KLCI falls towards 1,550 support on trade war rhetoric

  • Markets
  • Wednesday, 04 Dec 2019

KUALA LUMPUR: The FBM KLCI headed for its support of 1,550 as US President Donald Trump pushed on with trade war rhetoric and threatened to delay a scheduled Dec 15 first-stage agreement with China.

Over Wednesday morning, the index fell to as low as 1,551.06 points before rebounding slightly to close the early session 10.12 points lower at 1,552.15.

Trading volume was 1.2 billion shares with turnover of RM721.55mil. There were 481 decliners, 224 gainers and 354 counters unchanged.

The FBM KLCI has returned to a six-week trading low. The last time the index was trading at these levels was in August 2015.

Following the decline, the index has fallen further beneath its key simple moving averages. However, Kenanga research anticipates the possibility of a rebound given the oversold conditions of its technical indicators.

"From here on, overhead resistance can be seen at 1,630 (R1) and 1,650 (R2). Conversely, key support levels can be found at 1,550 (R1) and 1,540 (R2)," it said.

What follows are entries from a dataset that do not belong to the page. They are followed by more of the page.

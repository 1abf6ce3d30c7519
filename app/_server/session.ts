import "server-only";
import { cookies } from "next/headers";
import { getDb } from "./db";
import { SESSION_COOKIE } from "@/lib/db/auth-mode";
import { createSession, endSession, verifyCredentials, type AccountView } from "@/lib/db/accounts";
import { forgetSession } from "@/lib/db/session-gate";

/** Checks a username and password; on success starts a session and sets the session cookie. */
export async function signIn(username: unknown, password: unknown, secure: boolean): Promise<{ token: string; expiresAt: Date; account: AccountView } | null> {
  const db = await getDb();
  const account = await verifyCredentials(db, username, password);
  if (!account) return null;
  const s = await createSession(db, account.id);
  (await cookies()).set(SESSION_COOKIE, s.token, { httpOnly: true, sameSite: "lax", path: "/", secure, expires: s.expiresAt });
  return { ...s, account };
}

/** Ends the session of this cookie or bearer token and clears the cookie. */
export async function signOut(bearer?: string | null): Promise<void> {
  const jar = await cookies();
  const token = bearer ?? jar.get(SESSION_COOKIE)?.value;
  if (token) {
    await endSession(await getDb(), token);
    forgetSession(token);
  }
  jar.delete(SESSION_COOKIE);
}

/** A redirect target from a `next` parameter: only a path on this site. */
export function safeNext(next: unknown): string {
  return typeof next === "string" && next.startsWith("/") && !next.startsWith("//") && !next.startsWith("/\\") ? next : "/";
}
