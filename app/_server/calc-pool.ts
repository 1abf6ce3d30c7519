import "server-only";
import { availableParallelism } from "node:os";
import path from "node:path";
import { existsSync } from "node:fs";
import { Piscina } from "piscina";
import type { CalcAnswer, CalcJob, Calculation, HelperAnswer } from "./calc-worker";
import { runWhole } from "./calc-pieces";
import { plannerOf } from "@/lib/planners/registry";

/**
 * The server's calculation pool: every hold, thaw, warm-up and sizing runs in a worker thread, so the
 * request thread stays free for pages and template lists. Each job has a time limit; when it runs out the
 * worker is stopped (piscina terminates the thread on abort) and the caller gets a clear 422. A full queue,
 * or a second heavy sizing while one already holds every spare thread, is a 503 with Retry-After.
 *
 * The worker is the prebuilt bundle dist/calc-worker.mjs (scripts/bundle.mjs, run by postinstall and
 * prebuild), so the server never needs a TypeScript loader in its threads.
 */
/** Each planner's time limit and what to change when it runs out: its registry entry (lib/planners/). */
export const timeLimitDefault = (kind: Calculation): number => plannerOf(kind).timeLimit_s;

const MAX_QUEUE = 64;

export type PoolOutcome = CalcAnswer | { ok: false; status: 503; message: string; fieldErrors: Record<string, string[]>; retryAfter_s: number };

interface PoolState {
  pool: Piscina<CalcJob, CalcAnswer | HelperAnswer>;
  threads: number;
  sizingRunning: number;
  /** Jobs sent to the pool and not yet settled (queued or running), helpers included. */
  jobs: number;
}
const g = globalThis as unknown as { __holdlineCalcPool?: PoolState };

/** The bundle's path, found at run time (the build must not trace it: it is not part of Next's output). */
export function workerFile(): string {
  return path.resolve(/*turbopackIgnore: true*/ process.env.HOLDLINE_WORKER_FILE ?? path.join(/*turbopackIgnore: true*/ process.cwd(), "dist", "calc-worker.mjs"));
}

function state(): PoolState {
  if (!g.__holdlineCalcPool) {
    const filename = workerFile();
    if (!existsSync(/*turbopackIgnore: true*/ filename)) throw new Error(`The calculation worker ${filename} is missing: run \`npm run bundle\` (npm install and npm run build do it)`);
    const threads = Math.max(2, availableParallelism());
    g.__holdlineCalcPool = {
      // niceIncrement (19, the lowest) lowers the worker threads' CPU priority (Linux, through the optional @napi-rs/nice),
      // so the request thread is never starved by a long sizing on a busy machine.
      pool: new Piscina<CalcJob, CalcAnswer | HelperAnswer>({ filename, minThreads: Math.min(2, threads), maxThreads: threads, maxQueue: MAX_QUEUE, idleTimeout: 60_000, niceIncrement: 19 }),
      threads,
      sizingRunning: 0,
      jobs: 0,
    };
  }
  return g.__holdlineCalcPool;
}

/** Runs one calculation in the pool with its time limit (seconds; the kind's default unless given). */
export async function runCalculation(kind: Calculation, input: unknown, limit_s = timeLimitOf(kind)): Promise<PoolOutcome> {
  const s = state();
  // A sizing may take minutes: never let sizings take every thread, so a hold or thaw always has one.
  if (kind === "size" && s.sizingRunning >= Math.max(1, s.threads - 1)) {
    return { ok: false, status: 503, message: "Another pack-out sizing is running; try again when it has finished", fieldErrors: {}, retryAfter_s: 10 };
  }
  if (s.pool.queueSize >= MAX_QUEUE) return busy();
  if (kind === "size") s.sizingRunning++;
  const signal = AbortSignal.timeout(limit_s * 1000);
  try {
    // Pieces go only to threads that are free now (none queued behind other work).
    const idle = Math.max(0, s.threads - s.jobs);
    const send = (job: CalcJob) => {
      s.jobs++;
      return s.pool.run(job, { signal }).finally(() => s.jobs--);
    };
    return await runWhole(kind, input, idle, send);
  } catch (e) {
    const err = e as Error;
    if (err?.name === "AbortError" || err?.name === "TimeoutError") {
      const message = `This calculation took longer than ${limit_s} s and was stopped: ${plannerOf(kind).tooLongHint}`;
      return { ok: false, status: 422, message, fieldErrors: { "": [message] } };
    }
    if (/queue is at limit/i.test(err?.message ?? "")) return busy();
    throw e;
  } finally {
    if (kind === "size") s.sizingRunning--;
  }
}

function busy(): PoolOutcome {
  return { ok: false, status: 503, message: "The server is busy with other calculations; try again in a few seconds", fieldErrors: {}, retryAfter_s: 5 };
}

/** The time limit of a kind of job; HOLDLINE_CALC_TIME_LIMIT_S (seconds) overrides every kind's. */
export function timeLimitOf(kind: Calculation): number {
  const env = Number(process.env.HOLDLINE_CALC_TIME_LIMIT_S);
  return Number.isFinite(env) && env > 0 ? env : timeLimitDefault(kind);
}

/** For tests and shutdown. */
export async function closeCalculationPool(): Promise<void> {
  const s = g.__holdlineCalcPool;
  g.__holdlineCalcPool = undefined;
  if (s) await s.pool.destroy();
}
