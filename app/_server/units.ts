import "server-only";
import { getDb } from "./db";
import { getSettings } from "@/lib/db/settings";
import type { UnitPrefs } from "@/lib/units";

export async function currentUnits(): Promise<UnitPrefs> {
  return getSettings(await getDb());
}
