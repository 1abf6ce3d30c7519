/**
 * The calculation worker: runs in a worker thread of the server's pool (app/_server/calc-pool.ts), never
 * on the request thread. It is bundled to dist/calc-worker.mjs by scripts/bundle.mjs, so it must stay
 * free of Next- and Prisma-only imports: the input arrives with its templates already copied in, is
 * checked here with the one zod schema of its kind and computed.
 */
import { fieldErrorsOf, type FieldErrors } from "../../lib/schemas/errors";
import { PhysicsInputError } from "../../lib/physics/validation";
import { holdInputSchema } from "../../lib/schemas/hold";
import { thawInputSchema } from "../../lib/schemas/thaw";
import { warmupInputSchema } from "../../lib/schemas/warmup";
import { sizeInputSchema } from "../../lib/schemas/size";
import { runHoldParsed } from "../../lib/physics/hold";
import { runThawParsed } from "../../lib/physics/thaw";
import { runWarmup } from "../../lib/physics/warmup";
import { runSizing, evaluateHere } from "../../lib/physics/sizing";

export const CALCULATIONS = ["hold", "thaw", "warmup", "size"] as const;
export type Calculation = (typeof CALCULATIONS)[number];

export interface CalcJob {
  kind: Calculation;
  input: unknown;
}

export type CalcAnswer =
  /** The result as JSON text: serialised here, so the request thread only passes a string on. */
  | { ok: true; json: string }
  | { ok: false; status: 422; message: string; fieldErrors: FieldErrors }
  | { ok: false; status: 500; message: string; fieldErrors: FieldErrors };

const JOBS: { [K in Calculation]: (input: unknown) => Promise<CalcAnswer> } = {
  hold: (i) => checked(holdInputSchema, i, runHoldParsed),
  thaw: (i) => checked(thawInputSchema, i, runThawParsed),
  warmup: (i) => checked(warmupInputSchema, i, runWarmup),
  size: (i) => checked(sizeInputSchema, i, (p) => runSizing(p, evaluateHere(p))),
};

async function checked<P, T>(schema: { safeParse(x: unknown): { success: true; data: P } | { success: false; error: import("zod").ZodError } }, input: unknown, compute: (p: P) => T | Promise<T>): Promise<CalcAnswer> {
  const parsed = schema.safeParse(input);
  if (!parsed.success) return { ok: false, status: 422, message: "Some fields are not valid", fieldErrors: fieldErrorsOf(parsed.error) };
  try {
    const result = await compute(parsed.data);
    const bad = nonFinitePath(result);
    if (bad !== null) return { ok: false, status: 500, message: `The model produced a number that is not finite (at ${bad || "the top"}); this is a defect, please report it with the input`, fieldErrors: {} };
    return { ok: true, json: JSON.stringify(result) };
  } catch (e) {
    if (e instanceof PhysicsInputError) return { ok: false, status: 422, message: e.message, fieldErrors: { [e.field]: [e.message] } };
    throw e;
  }
}

/** The path of the first NaN or ±Infinity in a result (JSON would silently turn it into null), else null. */
export function nonFinitePath(x: unknown, path = ""): string | null {
  if (typeof x === "number") return Number.isFinite(x) ? null : path;
  if (Array.isArray(x)) {
    for (let i = 0; i < x.length; i++) {
      const p = nonFinitePath(x[i], `${path}.${i}`);
      if (p !== null) return p;
    }
    return null;
  }
  if (x && typeof x === "object") {
    for (const [k, v] of Object.entries(x)) {
      const p = nonFinitePath(v, path ? `${path}.${k}` : k);
      if (p !== null) return p;
    }
  }
  return null;
}

/** Piscina calls the default export with each job. */
export default function run(job: CalcJob): Promise<CalcAnswer> {
  if (!job || !Object.hasOwn(JOBS, job.kind)) return Promise.resolve({ ok: false, status: 422, message: "Unknown calculation", fieldErrors: {} });
  return JOBS[job.kind](job.input);
}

Of the 30 stocks listed on the KLCI, 24 were in negative territory. Banks and telcos, being among the most heavily weighted counters, led the decline.

Public Bank dropped 24 sen to RM1922, CIMB fell six sen to RM6.98, Hong Leng Bank slid four sen to RM16.72 while Maybank edged one sen lower to RM8.50.

Maxis cut nine sen to RM8.11 and Digi lost eight sen to RM4.54. However, Axiata rose three sen to RM4.21.

Sime Darby gained three sen to RM2.31 while IOI added two sen to RM4.41.

On the broader market, top active counters included Impiana unchanged at 2.5 sen, Mudajaya up 5.5 sen at 40 sen and Alam Maritim down 0.5 sen at 13 sen.

Some active gainers included IGBB jumping 22 sen to RM3.62, MB World up 11 sen to RM1.56 and United Plantation rising 10 sen to RM25.60.

On the opposing end F&N fell 24 sen to RM34.06, Chintek dropped 22 sen to RM6.30 and Dutch Lady shed 20 sen to RM50.80.

Oil prices rose on Wednesday ahead of an Opec meeting that will determine if production cuts will be extended to support the market. US crude was up 41 cents to US$56.51 a barrel and Brent crude gained 48 cents to US$61.30 a barrel.

In currencies, the ringgit was down 0.1% to 4.1790 against the greenback. It also fell 0.15% against the pound sterling at 5.4298 and 0.1% against the Singapore dollar at 3.0620.